Register a new lattice type. Body: JSON.

```bash
curl -X POST http://localhost:7878/datalog/lattices \
  -H "Content-Type: application/json" \
  -d '{"name": "my_min", "join_fn": "my_schema.my_min", "bottom": "9999"}'
# → {"created": "my_min"}
```

#### `GET /datalog/views`

List all Datalog materialized views.

```bash
curl http://localhost:7878/datalog/views
# → [{"name": "ancestor_view", "goal": "ancestor(?x, ?y).", …}, …]
```

#### `POST /datalog/views`

Create a Datalog materialized view.

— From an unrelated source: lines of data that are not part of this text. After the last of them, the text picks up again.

def test_json_and_atom_keep_their_structure(sites: dict[str, dict[str, bytes]]) -> None:
    """Expected: the same keys, numbers and elements; texts alone differ."""
    for path, tame, harm in pairs(sites, ".json"):
        assert shape(json.loads(tame)) == shape(json.loads(harm)), path
    for path, tame, harm in pairs(sites, ".atom"):
        one, other = ([(e.tag, sorted(e.attrib)) for e in ET.fromstring(text).iter()] for text in (tame, harm))
        assert one == other, path
    written = FIELDS.index(("record/decisions.yaml", (4, "text")))
    feed = ET.fromstring(sites["harm"]["feeds/notices.atom"])
    assert any(mark(written) + HARM in (element.text or "") for element in feed.iter())


def test_the_script_for_other_sites_differs_in_its_data_alone(sites: dict[str, dict[str, bytes]]) -> None:
    """Expected: one line of JSON between the same lines of program."""
    for path, tame, harm in pairs(sites, ".js"):
        (one, data), (other, harmful) = (re.subn(r"const data = (.*);", "", text) for text in (tame, harm))
        assert (one, data, harmful) == (other, 1, 1), path
        found = re.search(r"const data = (.*);\n", harm)
        assert found is not None
        assert any(HARM in row[2] for row in json.loads(found[1])["dates"]), path


# --- any text at all ------------------------------------------------------------------------------------


@pytest.fixture(scope="module")
def saying(tmp_path_factory: pytest.TempPathFactory) -> Callable[[str, str], Edition]:
    """A year with one observance, of a given name and text about it, by a community and an authority called so."""
    content = tmp_path_factory.mktemp("small") / "content"
    shutil.copytree(ROOT / "content", content)
    one_language(content)
    site = (content / "site.yaml").read_text(encoding="utf-8")
    (content / "site.yaml").write_text(site.replace("from: 1447, to: 1449", "from: 1448, to: 1448"), encoding="utf-8")
    shutil.rmtree(content / "pages", ignore_errors=True)
    (content / "record/journal.jsonl").unlink()
    (content / "observances.yaml").write_text("eid: {name: Eid, when: {month: 10, day: 1}, tags: [main]}\n")
    read, today = content_of(content), date(2026, 12, 1)
    almanacs = assembled(read, today)
    (almanac,), ledger = almanacs, held(read, content, almanacs, today)

    def said(name: str, about: str) -> Edition:
        eid = almanac.observances["eid"].model_copy(update={"name": {"": name}, "about": {"": about}})
        site = almanac.site.model_copy(update={"community": {"": name}, "authority": {"": about}})
        changed = replace(almanac, observances={"eid": eid}, site=site)
        return Edition(changed, ledger, Language("en", {}))

    return said


def whole(parts: Parts) -> bytes:
    return b"".join(piece.make() for piece in parts)


def taken(text: str) -> str | None:
    """The text as the content takes it; None where it is refused."""
    try:
        return TEXT.validate_python(text)
    except ValidationError:
        return None


anything = st.text(st.characters(exclude_categories=["Cs"]) | st.sampled_from(
    "\r\n\0\t\x0b\x0c\x1b\x85\u2028\u2029\u202e\u2066\ufeff\ufffe\\;:,\"'<>&]{}%="), max_size=120)


@settings(deadline=None, max_examples=60)
@given(name=anything, about=anything)
@example("\\N\\n\\\\n", "a\n\n b\n\tc")
@example("x" * 74 + "é" * 40, "\ud7ff\ue000\U0010ffff")
@example("a\u2028b", "c\rd")
def test_any_text_that_is_taken_reads_back_from_every_feed(
    saying: Callable[[str, str], Edition], name: str, about: str
) -> None:
    """Expected: refused, or in iCalendar, JSCalendar, Atom, JSON Feed and JSON equal to what was written, and no more
    events than before."""
    said, told = taken(name), taken(about)
    if said is None or told is None:
        return
    edition = saying(said, told)
    calendar: Any = icalendar.Calendar.from_ical(whole(observances_feed(edition)))
    (event,) = calendar.walk("VEVENT")
    assert str(event["summary"]) == f"{said} (expected)"
    assert str(event["description"]).startswith(told + "\n\n")
    (entry,) = (one for one in json.loads(whole(calendar_feed(edition)))["entries"] if one["uid"].startswith("eid"))
    assert entry["title"] == f"{said} (expected)"
    author = ET.fromstring(whole(atom_feed(edition))).findtext("{*}author/{*}name")
    assert author == said
    assert json.loads(whole(json_feed(edition)))["authors"] == [{"name": said}]


@pytest.fixture(scope="module")
def desk(tmp_path_factory: pytest.TempPathFactory) -> Path:
    content = tmp_path_factory.mktemp("desk") / "content"
    shutil.copytree(ROOT / "content", content)
    one_language(content)
    return content


@settings(deadline=None, max_examples=40)
@given(note=anything, observer=anything)
@example("- outcome: seen\n  names_public: true", "*a &b !!c")
@example("yes", "18:30")
@example("\ud800", "x")
def test_a_report_is_recorded_as_written_or_refused(desk: Path, note: str, observer: str) -> None:
    """Expected: exit 0 and one more report with exactly this text, or exit 1, one message, and the file as it was."""
    file = desk / "record/reports.yaml"
    before = file.read_bytes()
    known = content_of(desk).reports
    try:
        done = CliRunner(env={"SOURCE_DATE_EPOCH": "1796810400"}).invoke(main, [
            "record", "report", "--content", str(desk), "--evening", "2026-12-09", "--place", "wattle-harbour",
            "--outcome", "not-seen", f"--note={note}", f"--name={observer}",
        ], catch_exceptions=False)
        if done.exit_code:
            assert done.exit_code == 1
            assert done.stderr.count("\n") == 1
            assert "reports.yaml" in done.stderr
            assert file.read_bytes() == before
        else:
            *earlier, made = content_of(desk).reports
            assert tuple(earlier) == known
            assert (made.note, made.names) == (taken(note), (taken(observer),))
    finally:
        file.write_bytes(before)


@settings(deadline=None, max_examples=60)
@given(st.dictionaries(
    st.sampled_from(["calendar", "key", "starts", "ends", "standing", "seq", "at", "was", "because"]),
    st.none() | st.booleans() | st.integers() | st.floats() | anything | st.lists(st.integers(), max_size=2)
    | st.sampled_from(["2026-01-01", "9999-12-31", "2026-01-01T00:00:00", "0001-01-01T00:00:00+14:00"]),
))
@example({"at": "2026-01-01T00:00:00"})
@example({"seq": float("inf")})
@example({"key": "month-1448-01\r\nX-INJECTED:1"})
@example({"ends": "9999-12-31"})
def test_a_journal_line_is_an_entry_or_one_message(
    tmp_path_factory: pytest.TempPathFactory, changes: dict[str, Any]
) -> None:
    """Expected: an entry whose names are names and whose moment has a zone, or a message with the line's number."""
    whole = {"calendar": "main", "key": "month-1448-01", "starts": "2026-06-17", "ends": "2026-07-15",
             "standing": "settled", "seq": 1, "at": "2026-06-16T11:05:00Z"}
    folder = tmp_path_factory.mktemp("journal")
    (folder / "record").mkdir()
    lines = [json.dumps(whole | changes), json.dumps(whole | {"key": "month-1448-02"}), ""]
    (folder / journal.FILE).write_text("\n".join(lines), encoding="utf-8")
    said = ""
    try:
        first, _ = journal.read(folder)
    except ContentError as fault:
        said = str(fault)
    if said:
        assert said.startswith(f"{folder / journal.FILE}:1: ")
        return
    assert re.fullmatch(r"[a-z0-9-]+/[a-z0-9-]+", f"{first.calendar}/{first.key}")
    assert first.at.astimezone(UTC) < datetime.max.replace(tzinfo=UTC)
    assert first.ends.toordinal() + 1 < date.max.toordinal()
    assert first.because is None or taken(first.because) == first.because


# --- what cannot be taken -------------------------------------------------------------------------------

Write = Callable[[Path], int | None]
"""Spoils a content folder, and says on which line."""


def put(file: str, data: bytes | str) -> Write:
    def write(content: Path) -> None:
        (content / file).write_bytes(data if isinstance(data, bytes) else data.encode())
    return write


def change(file: str, old: str, new: str) -> Write:
    def edit(content: Path) -> int:
        before, found, after = (content / file).read_text(encoding="utf-8").partition(old)
        assert found, f"{file} no longer holds {old!r}"
        (content / file).write_text(before + new + after, encoding="utf-8")
        return before.count("\n") + 1
    return edit


def encoded(file: str, encoding: str) -> Write:
    def write(content: Path) -> None:
        (content / file).write_bytes((content / file).read_text(encoding="utf-8").encode(encoding))
    return write


def outline(text: str | bytes) -> Write:
    def edit(content: Path) -> None:
        change("regions.yaml", "  places:", "  outline: it.geojson\n  places:")(content)
        (content / "it.geojson").write_bytes(text if isinstance(text, bytes) else text.encode())
    return edit


def table(text: str | bytes) -> Write:
    def edit(content: Path) -> None:
        (content / "policies.yaml").write_bytes((content / "policies.yaml").read_bytes() + (
            b"\ntheirs:\n  name: Theirs\n  decided_by: calculation\n  table: it.csv\n"))
        (content / "it.csv").write_bytes(text if isinstance(text, bytes) else text.encode())
    return edit


def own(file: str, data: bytes | str) -> Write:
    def write(content: Path) -> None:
        (content / file).parent.mkdir(parents=True, exist_ok=True)
        put(file, data)(content)
    return write


def written(data: bytes | str) -> Write:
    return own("pages/x.md", data)


def part(data: bytes | str) -> Write:
    return own("theme/parts/x.html", data)


def logo(data: bytes | str, name: str = "logo.svg") -> Write:
    def write(content: Path) -> None:
        (content / "look.yaml").write_text(f"logo: {{file: {name}, alt: x}}\n")
        put(name, data)(content)
    return write


def drawn(shapes: str, box: str = "0 0 120 40") -> Write:
    return logo(f'<svg xmlns="http://www.w3.org/2000/svg" viewBox="{box}">\n{shapes}</svg>')


def linked(name: str, to: str) -> Write:
    """A link in the place of a file or folder, to what is there."""
    def write(content: Path) -> None:
        there = content / name
        if there.is_dir():
            shutil.rmtree(there)
        there.parent.mkdir(parents=True, exist_ok=True)
        there.unlink(missing_ok=True)
        there.symlink_to(to)
    return write


BOMB = "a: &a [x, x, x, x, x, x, x, x, x]\n" + "".join(
    f"{b}: &{b} [*{a}, *{a}, *{a}, *{a}, *{a}, *{a}, *{a}, *{a}, *{a}]\n" for a, b in zip("abcdefgh", "bcdefghi",
                                                                                      strict=True))
LONG = 50 * 1024 * 1024
NAME = ("places.yaml", "name: Wattle Harbour", "name: ")
LATITUDE = ("places.yaml", "latitude: -38.10", "latitude: ")
STARTS = ("record/decisions.yaml", "starts: '2025-06-28'", "starts: ")
ADDRESS = ("site.yaml", "https://calendar.three-harbours.example/")
SQUARE = "[[0,0],[1,0],[1,1],[0,0]]"
HEAD = "year,month,starts\n"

Body: JSON.

```bash
curl -X POST http://localhost:7878/datalog/views \
  -H "Content-Type: application/json" \
  -d '{"name": "ancestor_view", "goal": "ancestor(?x, ?y).", "rule_set": "my-ontology"}'
# → {"created": "ancestor_view"}
```

#### `DELETE /datalog/views/{name}`

Drop a Datalog materialized view.

```bash
curl -X DELETE http://localhost:7878/datalog/views/ancestor_view
# → {"dropped": "ancestor_view"}
```

### Error codes

| HTTP Status | `error` field | Trigger |
|---|---|---|
| `400` | `datalog_parse_error` | Malformed Datalog rule text |
| `400` | `datalog_goal_error` | Invalid goal pattern |
| `400` | `invalid_request` | Missing body, wrong content-type, non-numeric `rule_id` |
| `404` | `rule_set_not_found` | Infer/drop on a nonexistent rule set |
| `401` | — | Missing or invalid `Authorization` token |
| `503` | `service_unavailable` | Connection pool exhausted |

All error responses include a `trace_id` field for log correlation.